Published Thursday, April 17, 1997, in the Miami Herald

Clinton donor worked for Castro regime

By CHRISTOPHER MARQUIS and JUAN O. TAMAYO
Herald Staff Writers

WASHINGTON -- An American citizen who worked for decades for the Marxist government of Cuba and remains an outspoken admirer of President Fidel Castro contributed $62,000 to the Democratic Party and its candidates for the 1996 election, The Herald has learned.

John Henry Cabañas appears to have violated the U.S. embargo on Cuba by working for the Havana government. And two former Cuban intelligence officers say they knew Cabañas as a Cuban counterintelligence agent who spied on foreigners in Havana.

Cabañas flatly denied to The Herald that he ever worked for Cuban intelligence, and said he gave the funds in a completely legal effort to influence U.S. policy makers to lift the U.S. embargo against Cuba.

Cabañas, founder of an airline charter company that arranges flights to Cuba, has raised suspicions among many exiles -- including some who advocate a political dialogue between Washington and Havana -- because he has prospered in business through his high-level contacts in Havana, including his friendship with Castro.

A Key West native who moved to Cuba soon after Castro's revolutionary triumph and lived there for 27 years before returning in 1988, Cabañas defends his activities and politics.

``I am truly, genuinely and convincingly, a precursor and front-row player in the effort to improve relations between my country and Cuba,'' Cabañas said in an interview. ``I am a legitimate American, and I would never do anything . . . to violate the national security of my country.''

There is no evidence that Cabañas' political contributions were illegal or came from a source other than himself, and it is unclear what benefits, if any, his contributions got him. But they add to questions about Clinton administration campaign funding from questionable sources, including Asian businessmen, foreign companies and convicted Cuban-American drug trafficker Jorge Cabrera.

In the wake of a money-raising blitz that produced everything from White House coffees to evening sleep-overs for big donors, the Democratic Party has been forced to return nearly $3 million in contributions.

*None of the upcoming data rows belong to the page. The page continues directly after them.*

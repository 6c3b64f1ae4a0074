"""Benchmark of ``fieldpad merge`` (not part of the test run).

Builds another laptop's database of N readings (default 100,000) over 500 boards, then prints, each beside
its baseline measured in the same run on the same files:
* the first merge into a new database (every incoming row checked, settings recomputed), beside a bare
  SQLite copy of the same tables (ATTACH read-only, INSERT OR IGNORE, nothing checked);
* the same file merged again (nothing new: integrity check and same-id comparison), beside the bare copy
  again.
No target: the figures say what the checks cost.

Usage: python tests/bench/bench_merge.py [N]
"""

from __future__ import annotations

import sys
import tempfile
import time
from pathlib import Path

sys.path.insert(0, str(Path(__file__).parent))
from bench_storage import build  # noqa: E402

from fieldpad.storage.access import read_only_uri  # noqa: E402
from fieldpad.storage.db import open_db  # noqa: E402
from fieldpad.storage.merge import merge_file  # noqa: E402

TABLES = ("site", "board", "round", "setting_version", "id_join", "reading", "version_parent")


def bare_copy(db, other: Path) -> None:
    conn = db.conn
    conn.execute("ATTACH DATABASE ? AS other", [read_only_uri(other, immutable=True)])
    try:
        conn.execute("BEGIN IMMEDIATE")
        for t in TABLES:
            conn.execute(f"INSERT OR IGNORE INTO main.{t} SELECT * FROM other.{t}")
        conn.execute("COMMIT")
    finally:
        conn.execute("DETACH DATABASE other")


def timed(fn) -> float:
    t = time.perf_counter()
    fn()
    return time.perf_counter() - t


def main():
    n = int(sys.argv[1]) if len(sys.argv) > 1 else 100_000
    with tempfile.TemporaryDirectory() as d:
        src = Path(d) / "other.db"
        build(src, n)
        checked, bare = open_db(Path(d) / "checked.db"), open_db(Path(d) / "bare.db")
        first = timed(lambda: merge_file(checked, src))
        first_bare = timed(lambda: bare_copy(bare, src))
        print(
            f"first merge of {n:,} readings: checked {first:.1f} s, bare SQLite copy {first_bare:.1f} s "
            f"({first / first_bare:.1f}x)"
        )
        again = timed(lambda: merge_file(checked, src))
        again_bare = timed(lambda: bare_copy(bare, src))
        print(
            f"the same file again (nothing new): checked {again:.2f} s, bare SQLite copy {again_bare:.2f} s "
            f"({again / again_bare:.1f}x)"
        )
        print(f"readings in each afterwards: checked {checked['reading'].count:,}, bare {bare['reading'].count:,}")


if __name__ == "__main__":
    main()
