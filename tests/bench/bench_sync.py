"""Sync throughput against a bare COPY, measured in the same run on a throwaway PostgreSQL cluster.

Prints, for N reading versions on one laptop:
  * send:     `fieldpad sync` of a laptop whose N versions the server lacks (readings/s);
  * receive:  `fieldpad sync` of a second, empty laptop that brings those N back (readings/s);
  * baseline: a bare COPY of the same reading rows (the same columns) into a table of the same schema,
    on the same server, and the ratio (target: send within 3x of it).

Usage: python tests/bench/bench_sync.py [N]   (default 20000)
"""

from __future__ import annotations

import os
import secrets
import sys
import tempfile
import time
from pathlib import Path

sys.path.insert(0, str(Path(__file__).resolve().parents[1]))
import pg_cluster  # noqa: E402
import psycopg  # noqa: E402

from fieldpad.storage import server, server_schema, sites, versions  # noqa: E402
from fieldpad.storage.db import open_db  # noqa: E402

BAL = {
    "va": "277",
    "vb": "277",
    "vc": "277",
    "va_deg": "0",
    "vb_deg": "-120",
    "vc_deg": "120",
    "ia": "100",
    "ib": "100",
    "ic": "100",
    "ia_deg": "-30",
    "ib_deg": "-150",
    "ic_deg": "90",
}


def main(n: int) -> None:
    with tempfile.TemporaryDirectory() as tmp, pg_cluster.Cluster() as c:
        os.environ["PGPASSFILE"] = str(c.passfile)
        with psycopg.connect(c.url(), autocommit=True) as conn:
            conn.execute("CREATE DATABASE crew")
        admin = c.url(database="crew")
        server_schema.init(admin)
        with psycopg.connect(admin, autocommit=True) as conn:
            pw = secrets.token_urlsafe(12)
            conn.execute(f"CREATE ROLE ana LOGIN PASSWORD '{pw}'")
            conn.execute("GRANT fieldpad_technician TO ana")
        c.add_password("ana", pw)
        url = c.url("ana", database="crew")

        db = open_db(Path(tmp) / "ana.db")
        board = sites.create_board(db, sites.create_site(db, "Bench Yard"), "MDB-1")
        for i in range(n):
            versions.save_reading(db, board, {**BAL, "ia": f"{90 + i % 20}"}, technician="ana")

        cols = [r[1] for r in db.conn.execute("PRAGMA table_info(reading)")]
        rows = db.conn.execute(f"SELECT {', '.join(cols)} FROM reading").fetchall()
        with psycopg.connect(admin) as conn:
            conn.execute("CREATE TABLE bare_reading (LIKE reading INCLUDING ALL)")
            conn.commit()
            t = time.perf_counter()
            with conn.cursor().copy(f"COPY bare_reading ({', '.join(cols)}) FROM STDIN") as cp:
                for r in rows:
                    cp.write_row(r)
            conn.commit()
            t_copy = time.perf_counter() - t

        t = time.perf_counter()
        rep = server.sync(db, url)
        t_send = time.perf_counter() - t
        assert rep.sent["reading"] == n, rep

        other = open_db(Path(tmp) / "ben.db")
        t = time.perf_counter()
        rep2 = server.sync(other, url)
        t_recv = time.perf_counter() - t
        assert rep2.received["reading"] == n, rep2

        print(f"reading versions: {n}")
        print(f"bare COPY (baseline): {t_copy:.3f} s  {n / t_copy:,.0f} readings/s")
        print(
            f"sync, send:           {t_send:.3f} s  {n / t_send:,.0f} readings/s  "
            f"{t_send / t_copy:.2f}x the bare COPY (target <= 3x)"
        )
        print(
            f"sync, receive:        {t_recv:.3f} s  {n / t_recv:,.0f} readings/s  {t_recv / t_copy:.2f}x the bare COPY"
        )


if __name__ == "__main__":
    main(int(sys.argv[1]) if len(sys.argv) > 1 else 20000)
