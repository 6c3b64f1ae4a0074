"""Benchmark of the entry app (not part of the test run).

1. Keystroke to updated results and drawing, headless at 80x24, over a few hundred keystrokes:
   median and 95th percentile of (a) the sheet's own update (parse, analysis, results text, drawing)
   and (b) the whole round trip from the key press until the app is idle again (pilot included).
   Target: 95th percentile under 16 ms.
2. Start-up to a usable sheet on the demo database, beside a minimal Textual app's start-up, both in fresh
   processes, in the same run (target: within 1.5x).

Usage: python tests/bench/bench_ui.py
"""
from __future__ import annotations

import asyncio
import statistics
import subprocess
import sys
import tempfile
import time
from pathlib import Path

KEYS = ["2", "7", "7", "tab", "tab", "1", "0", "0", "tab", "-", "3", "0", "tab", "2", "7", "6", "tab", "2", "4",
        "0", "tab", "9", "9", "tab", "-", "1", "5", "0", "tab", "2", "7", "8", "tab", "1", "2", "0", "tab", "9",
        "8", "tab", "9", "0", "tab", "7"]

STARTUP_FIELDPAD = r"""
import asyncio, sys, time
t0 = time.perf_counter()
from fieldpad.ui.app import FieldpadApp
from fieldpad.ui.sheet import ReadingSheet
from fieldpad.storage import repo
async def main():
    app = FieldpadApp(sys.argv[1], technician="bench")
    async with app.run_test(size=(80, 24)) as pilot:
        await pilot.pause()
        bid = repo.list_boards(app.db, app.site_id)[0]["id"]
        app.push_screen(ReadingSheet(bid))
        await pilot.pause()
        await pilot.press("2")
        await pilot.pause()
        assert app.screen.result is None or True
        print(time.perf_counter() - t0)
asyncio.run(main())
"""

STARTUP_MINIMAL = r"""
import asyncio, time
t0 = time.perf_counter()
from textual.app import App
from textual.widgets import Static, Footer
class Minimal(App):
    def compose(self):
        yield Static("hello")
        yield Footer()
async def main():
    app = Minimal()
    async with app.run_test(size=(80, 24)) as pilot:
        await pilot.pause()
        await pilot.press("2")
        await pilot.pause()
        print(time.perf_counter() - t0)
asyncio.run(main())
"""


def pct(v, q):
    v = sorted(v)
    return v[min(len(v) - 1, int(q * len(v)))]


async def keystrokes(db_path: Path):
    from fieldpad.storage import repo
    from fieldpad.ui.app import FieldpadApp
    from fieldpad.ui.sheet import ReadingSheet

    app = FieldpadApp(db_path, technician="bench")
    own, trip = [], []
    async with app.run_test(size=(80, 24)) as pilot:
        await pilot.pause()
        bid = repo.list_boards(app.db, app.site_id)[0]["id"]
        for _round in range(8):
            app.push_screen(ReadingSheet(bid))
            await pilot.pause()
            sheet = app.screen
            for k in KEYS:
                t = time.perf_counter()
                await pilot.press(k)
                await pilot.pause()
                trip.append((time.perf_counter() - t) * 1e3)
                own.append(sheet.last_compute_ms)
            sheet.dirty = False
            app.pop_screen()
            await pilot.pause()
    return own, trip


async def minimal_keystrokes():
    from textual.app import App
    from textual.widgets import Input

    class Minimal(App):
        def compose(self):
            yield Input()

    app = Minimal()
    trip = []
    async with app.run_test(size=(80, 24)) as pilot:
        await pilot.pause()
        for k in KEYS * 8:
            t = time.perf_counter()
            await pilot.press(k if k != "tab" else "x")
            await pilot.pause()
            trip.append((time.perf_counter() - t) * 1e3)
    return trip


def main():
    from fieldpad.demo_site import build_demo

    with tempfile.TemporaryDirectory() as d:
        db = Path(d) / "demo.db"
        build_demo(db)
        own, trip = asyncio.run(keystrokes(db))
        print(f"keystrokes measured: {len(trip)}")
        print(f"sheet update per keystroke: median {statistics.median(own):.2f} ms, p95 {pct(own, 0.95):.2f} ms")
        print(f"key press to idle (pilot round trip): median {statistics.median(trip):.2f} ms, "
              f"p95 {pct(trip, 0.95):.2f} ms")
        base = asyncio.run(minimal_keystrokes())
        print(f"same round trip typing into a bare Textual Input: median {statistics.median(base):.2f} ms, "
              f"p95 {pct(base, 0.95):.2f} ms (the pilot's own cost)")
        print(f"fieldpad's cost above the bare Input: p95 {pct(trip, 0.95) - pct(base, 0.95):.2f} ms; "
              f"sheet update p95 {pct(own, 0.95):.2f} ms (target p95 < 16 ms)")
        runs = 5
        fp = [float(subprocess.run([sys.executable, "-c", STARTUP_FIELDPAD, str(db)], capture_output=True,
                                   text=True, check=True).stdout.strip().splitlines()[-1]) for _ in range(runs)]
        mini = [float(subprocess.run([sys.executable, "-c", STARTUP_MINIMAL], capture_output=True, text=True,
                                     check=True).stdout.strip().splitlines()[-1]) for _ in range(runs)]
        print(f"start-up to a usable sheet (demo db), median of {runs}: {statistics.median(fp) * 1e3:.0f} ms")
        print(f"minimal Textual app start-up, median of {runs}: {statistics.median(mini) * 1e3:.0f} ms")
        print(f"ratio: {statistics.median(fp) / statistics.median(mini):.2f}x (target <= 1.5x)")


if __name__ == "__main__":
    main()
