"""Benchmark of the supervisor's exports (not part of the test run).

* the printable HTML report for one day with 200 boards and 400 readings (two named rounds, one signed off,
  corrections and voids), beside the CSV export of the same readings;
* the CSV export of 100,000 readings (with computed results and findings), beside a bare sqlite3 + csv
  writer dumping the same stored rows (no analysis) in the same run;
* the xlsx workbook of the same 100,000 readings (readings, findings, corrections sheets), beside that CSV.

Usage: python tests/bench/bench_report.py
"""

from __future__ import annotations

import csv
import io
import json
import random
import sqlite3
import tempfile
import time
from pathlib import Path

from fieldpad.report.export import export_records, to_csv
from fieldpad.report.html import to_html
from fieldpad.report.xlsx import write_xlsx
from fieldpad.storage import rounds, signoffs, sites, versions
from fieldpad.storage.db import open_db
from fieldpad.storage.ids import uuid7

BAL = {
    "va": "277",
    "vb": "277",
    "vc": "277",
    "va_deg": "0",
    "vb_deg": "-120",
    "vc_deg": "120",
    "ia": "100",
    "ib": "100",
    "ic": "100",
    "ia_deg": "-30",
    "ib_deg": "-150",
    "ic_deg": "90",
}


def build(path: Path, boards: int, readings: int, spread_days: int, rounds_of_day: bool = False):
    db = open_db(path)
    sid = sites.create_site(db, "Bench Works")
    rids = [
        rounds.start_round(db, sid, "tech 0", label=name, started_at=start)
        for name, start in (
            ("Morning walk", "2026-03-10T07:00:00.000000Z"),
            ("Afternoon walk", "2026-03-10T12:00:00.000000Z"),
        )
    ]
    bids = [
        sites.create_board(
            db, sid, f"B{k:03d}", nominal_v=480, af_incident_energy_cal_cm2=4.0, af_ppe="1", af_label_date="2024-01-01"
        )
        for k in range(boards)
    ]
    cols = [r[1] for r in db.execute("PRAGMA table_info(reading)").fetchall()]
    rng = random.Random(3)
    rows = []
    for k in range(readings):
        rid = uuid7()
        day = k % spread_days
        taken = f"2026-03-{10 + day % 18:02d}T{8 + (k // boards) % 9:02d}:{k % 60:02d}:00.000000Z"
        row = {
            "id": rid,
            "reading_id": rid,
            "version": 1,
            "board_id": bids[k % boards],
            "taken_at": taken,
            "recorded_at": taken,
            "inputs_json": json.dumps(BAL),
            "system": "wye",
            "standard": "ansi",
            "void": 0,
            "technician": f"tech {k % 3}",
            "nominal_v": 480.0,
            "round_id": rids[(k // boards) % 2] if rounds_of_day else None,
            "va": 270 + rng.random() * 10,
            "vb": 277.0,
            "vc": 277.0 - rng.random() * 8,
            "va_deg": 0.0,
            "vb_deg": -120.0,
            "vc_deg": 120.0,
            "ia": 100.0 + rng.random() * 30,
            "ib": 90.0,
            "ic": 95.0,
            "ia_deg": -30.0,
            "ib_deg": -150.0,
            "ic_deg": 90.0,
        }
        rows.append(tuple(row.get(c) for c in cols))
    with db.conn:
        db.conn.execute("BEGIN")
        db.conn.executemany(f"INSERT INTO reading VALUES ({','.join('?' * len(cols))})", rows)
    if rounds_of_day:  # what a supervisor's day holds besides readings: a sign-off, corrections, voids
        signoffs.sign_off(db, sid, by="Bench Supervisor", round_id=rids[0])
        ids = [r[0] for r in db.execute("SELECT reading_id FROM reading ORDER BY taken_at LIMIT 20")]
        for rid in ids[:10]:
            versions.correct_reading(db, rid, {**BAL, "ia": "101"}, reason="misread clamp", by="tech 1")
        for rid in ids[10:15]:
            versions.void_reading(db, rid, reason="wrong board", by="tech 2")
    return db


def main():
    with tempfile.TemporaryDirectory() as d:
        db = build(Path(d) / "html.db", boards=200, readings=400, spread_days=1, rounds_of_day=True)
        t = time.perf_counter()
        recs = export_records(db, day="2026-03-10")
        html = to_html(db, recs, day="2026-03-10")
        t_html = time.perf_counter() - t
        t = time.perf_counter()
        small_csv = to_csv(export_records(db, day="2026-03-10"))
        t_small_csv = time.perf_counter() - t
        print(f"HTML report, 200 boards / {len(recs)} readings: {t_html * 1e3:.0f} ms, {len(html) / 1e6:.2f} MB")
        print(
            f"CSV export of the same day: {t_small_csv * 1e3:.0f} ms, {len(small_csv) / 1e6:.2f} MB "
            f"(report / CSV: {t_html / t_small_csv:.1f}x)"
        )
        db.close()

        db = build(Path(d) / "csv.db", boards=500, readings=100_000, spread_days=18)
        t = time.perf_counter()
        text = to_csv(export_records(db))
        t_fp = time.perf_counter() - t
        print(f"fieldpad CSV export of 100,000 readings (results + findings): {t_fp:.2f} s, {len(text) / 1e6:.1f} MB")
        t = time.perf_counter()
        conn = sqlite3.connect(Path(d) / "csv.db")
        cur = conn.execute("SELECT * FROM reading")
        buf = io.StringIO()
        w = csv.writer(buf)
        w.writerow([c[0] for c in cur.description])
        w.writerows(cur)
        t_bare = time.perf_counter() - t
        print(
            f"bare sqlite3 + csv writer, same rows, stored columns only: {t_bare:.2f} s, "
            f"{len(buf.getvalue()) / 1e6:.1f} MB"
        )
        print(f"ratio fieldpad / bare: {t_fp / t_bare:.1f}x (fieldpad also computes every result and finding)")
        t = time.perf_counter()
        out = Path(d) / "readings.xlsx"
        write_xlsx(db, export_records(db), out)
        t_xlsx = time.perf_counter() - t
        print(
            f"fieldpad xlsx export of the same 100,000 readings (readings, findings, corrections sheets): "
            f"{t_xlsx:.2f} s, {out.stat().st_size / 1e6:.1f} MB (xlsx / CSV: {t_xlsx / t_fp:.1f}x)"
        )


if __name__ == "__main__":
    main()
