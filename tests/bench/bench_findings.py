"""Field-scenario benchmark of the findings (not part of the test run): do they name what is wrong?

Generates healthy boards of every system type and boards with each wiring or supply fault of the catalogue
(tests/field_scenarios.py states the supply, load and meter models), runs the analysis the app runs and
prints, per kind: boards tried, boards with a warning or an alarm, how many were detected and how often the
top finding (the first one the sheet shows: severity, then the registry's priority) names the fault.

Targets (issue 12): healthy boards at most 1 % with a warning and none with an alarm; each fault kind at
least 99 % detected (a warning or an alarm, or the finding that names it where the fault is by design an
info, as all CTs reversed, which an exporting board also shows) and named by the top finding at least 95 %.

Usage: python tests/bench/bench_findings.py [N] [--seed S] [--misses K]   (default N = 2000 per kind)
"""

from __future__ import annotations

import argparse
import sys
import time
from pathlib import Path

sys.path.insert(0, str(Path(__file__).resolve().parents[1]))
from field_scenarios import KINDS, evaluate  # noqa: E402


def main() -> int:
    ap = argparse.ArgumentParser()
    ap.add_argument("n", nargs="?", type=int, default=2000)
    ap.add_argument("--seed", type=int, default=1)
    ap.add_argument("--misses", type=int, default=0, help="print up to K missed boards per kind")
    args = ap.parse_args()
    t0 = time.perf_counter()
    print(f"{'kind':34} {'tried':>6} {'warn+':>7} {'alarm':>7} {'detect':>7} {'top':>7}  target  top findings")
    all_ok = True
    for kind in KINDS:
        r = evaluate(kind, args.n, args.seed)
        c = r["counts"]
        n = c["tried"]
        pct = {k: 100.0 * c[k] / n for k in ("warn_or_alarm", "alarm", "detected", "named_top")}
        if kind == "healthy":
            ok = pct["warn_or_alarm"] <= 1.0 and c["alarm"] == 0
        else:
            ok = pct["detected"] >= 99.0 and pct["named_top"] >= 95.0
        all_ok &= ok
        common = ", ".join(f"{k} {100.0 * v / n:.0f}%" for k, v in r["tops"].most_common(3))
        print(
            f"{kind:34} {n:6d} {pct['warn_or_alarm']:6.1f}% {pct['alarm']:6.1f}% {pct['detected']:6.1f}% "
            f"{pct['named_top']:6.1f}%  {'met' if ok else 'NOT'}    {common}"
        )
        for t, codes, rec in r["misses"][: args.misses]:
            shown = {k: round(v, 2) for k, v in rec.items() if v == v}
            print(f"    miss on {t}: {codes}\n      {shown}")
    print(
        f"\nall targets {'met' if all_ok else 'NOT met'}; {time.perf_counter() - t0:.1f} s "
        f"(N = {args.n} per kind, seed {args.seed})"
    )
    return 0


if __name__ == "__main__":
    sys.exit(main())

Congress and the FBI are investigating whether laws were broken.

White House special counsel Lanny Davis declined to comment specifically on Cabañas or whether his contributions would be returned.

However, Davis said the president has ordered the Democratic National Committee to have ``tighter screening procedures to review contributions in the future.''

Born in Key West

Cabañas was born in Key West 55 years ago to a Cuban family that has lived in the United States since 1854. He never became a Cuban citizen and says his donations merely reflect his constitutional right to petition his government on policy.

``I want to improve U.S. policy by lifting the embargo on Cuba, with food and medicines as a first step, then broader exchanges of goods, travel opportunities and information,'' he said.

Underlying that effort, Cabañas said, is his unwavering support for the Castro regime.

``I support the revolution very strongly, very passionately,'' he said. ``I am integrated into the revolution in the deepest part of my being . . . I love Fidel like my father, and I believe he loves me like his son.''

Federal records show Cabañas gave $45,000 to the Democratic National Committee in three payments between Dec. 18, 1995, and Election Day 1996. Cabañas, his two sisters and his charter company steered an additional $22,500 to Clinton and Democratic lawmakers.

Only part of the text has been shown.